# Mało palę. Nawet bardzo mało. <Rzeczowniki policzalne.>



## wolfbm1

Witam.

A: Dużo palisz papierosów?
B: Mało palę. Nawet bardzo mało.

A: Do you smoke a lot of cigarettes?
B: I smoke a few. Actually very few. 
Czy dobrze? 
A może: I don't smoke many. Albo: I don't smoke a lot.


----------



## Ania R.

Tak naprawdę wiele opcji jest możliwych (wszystkie przez Ciebie podane są teoretycznie poprawne), w zależności od tego co dokładnie chcesz powiedzieć. Najmniej mi się podoba w tym kontekście "I don't smoke a lot", bo to raczej by znaczyło ogólnie (podobnie zresztą jak po polsku) "Nie palę dużo", a niekoniecznie odnosiło się bezpośrednio do odpowiedzi "Czy palisz dużo papierosów?" Aczkolwiek znaczenie wypowiedzi pewnie byłoby takie samo albo bardzo podobne.


----------



## wolfbm1

Dziękuję, Ania,  za odpowiedź. Wyraz ’few’ chyba trochę trąci retro.


----------



## Ania R.

wolfbm1 said:


> Dziękuję, Ania,  za odpowiedź. Wyraz ’few’ chyba trochę trąci retro.

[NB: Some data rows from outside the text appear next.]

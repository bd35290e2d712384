package binspan.planner.viewmodel;

import static org.assertj.core.api.Assertions.assertThat;
import static org.assertj.core.api.Assertions.within;

import binspan.planner.document.Change;
import binspan.planner.io.InvalidScenarioException;
import binspan.planner.io.ScenarioReader;
import binspan.scenario.Content;
import binspan.scenario.Detector;
import binspan.scenario.Field;
import binspan.scenario.ScenarioSections;
import binspan.scenario.Section;
import java.util.List;
import java.util.Set;
import java.util.TreeSet;
import org.junit.jupiter.api.Test;
import org.junit.jupiter.params.ParameterizedTest;
import org.junit.jupiter.params.provider.CsvSource;
import org.junit.jupiter.params.provider.ValueSource;
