#pragma once
// Random d.c. networks for the worst-case tests: fixed seeds, every kind of element.
#include "circuit/network.hpp"

#include <algorithm>
#include <cmath>
#include <random>

namespace onehand::test {

using namespace onehand::circuit;

inline double between(std::mt19937& r, double a, double b)
{
    return std::uniform_real_distribution<double>(a, b)(r);
}

inline int pick(std::mt19937& r, int a, int b)
{
    return std::uniform_int_distribution<int>(a, b)(r);
}

inline box about(std::mt19937& r, double nominal, double most)
{
    const double t = between(r, 0.0, most);
    return {nominal * (1.0 - t), nominal * (1.0 + t)};
}

/// Two sources on nodes 1 and 2, `inner` further nodes, a tree of resistances that holds them all, extra ones across, perhaps a track.
inline network random_network(std::mt19937& r, int inner, int extra, bool with_track)
{
    network n;
    n.nodes = 3 + inner;
    n.sources.push_back({1, 0, about(r, between(r, 5.0, 300.0), 0.2)});
    n.sources.push_back({pick(r, 0, 1) == 0 ? 2 : 0, 2, {}});
    n.sources.back() = {2, 0, about(r, between(r, 1.0, 50.0), 0.2)};
    for (int i = 0; i < inner; ++i) {
        const int node = 3 + i;
        n.branches.push_back({pick(r, 0, node - 1), node, {{form::resistance, about(r, std::pow(10.0, between(r, 2.0, 6.0)), 0.3)}}});
    }
    for (int i = 0; i < extra; ++i) {
        const int a = pick(r, 0, n.nodes - 1);
        const int b = pick(r, 0, n.nodes - 1);
        if (a != b) {
            n.branches.push_back({a, b, {{form::resistance, about(r, std::pow(10.0, between(r, 2.0, 6.0)), 0.3)}}});
        }
    }
    if (with_track) {
        const int a = pick(r, 0, n.nodes - 1);
        const int w = 3 + pick(r, 0, inner - 1);
        const int b = pick(r, 0, n.nodes - 1);
        if (a != w && b != w) {
            n.tracks.push_back({a, w, b, about(r, std::pow(10.0, between(r, 3.0, 5.0)), 0.2), {0.0, 1.0}});
        }
    }
    return n;
}

/// One point inside all boxes, as a network of points.
inline network point_of(const network& n, std::mt19937& r, bool corners)
{
    network p = n;
    const auto draw = [&](box& b) {
        const double x = corners ? (pick(r, 0, 1) == 0 ? b.low : b.high) : between(r, b.low, b.high);
        b = {x, x};
    };
    for (source& s : p.sources) {
        draw(s.volts);
    }
    for (branch& b : p.branches) {
        for (option& o : b.options) {
            draw(o.at);
        }
    }
    for (track& t : p.tracks) {
        draw(t.resistance);
        draw(t.position);
        t.position = {std::clamp(t.position.low, 1e-9, 1.0 - 1e-9), std::clamp(t.position.low, 1e-9, 1.0 - 1e-9)};
    }
    if (p.held) {
        draw(p.held->threshold);
        draw(p.held->bias);
    }
    return p;
}

} // namespace onehand::test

Czy ja wiem... Innej sensownej opcji i tak nie ma


----------



## wolfbm1

A może tak jest lepiej:
_A: Do you smoke a lot of cigarettes?
B: Not many. In fact, very few._


----------



## MB

A: Smoke a lot?
B: Not really. I do smoke but hardly ever actually.

A: Smoke many of them cigs?
B: No. Very few, just occasionally.

A: Smoke often?
B: I don't. Just on few and far between occasions really.



wolfbm1 said:


> Wyraz ’few’ chyba trochę trąci retro.


----------



## wolfbm1

Dziękuję. 


> Wyraz ’few’ chyba trochę trąci retro.


Sam się zastanawiam dlaczego tak napisałem.


----------



## Chrzaszcz Saproksyliczny

You can also _hardly smoke_.


----------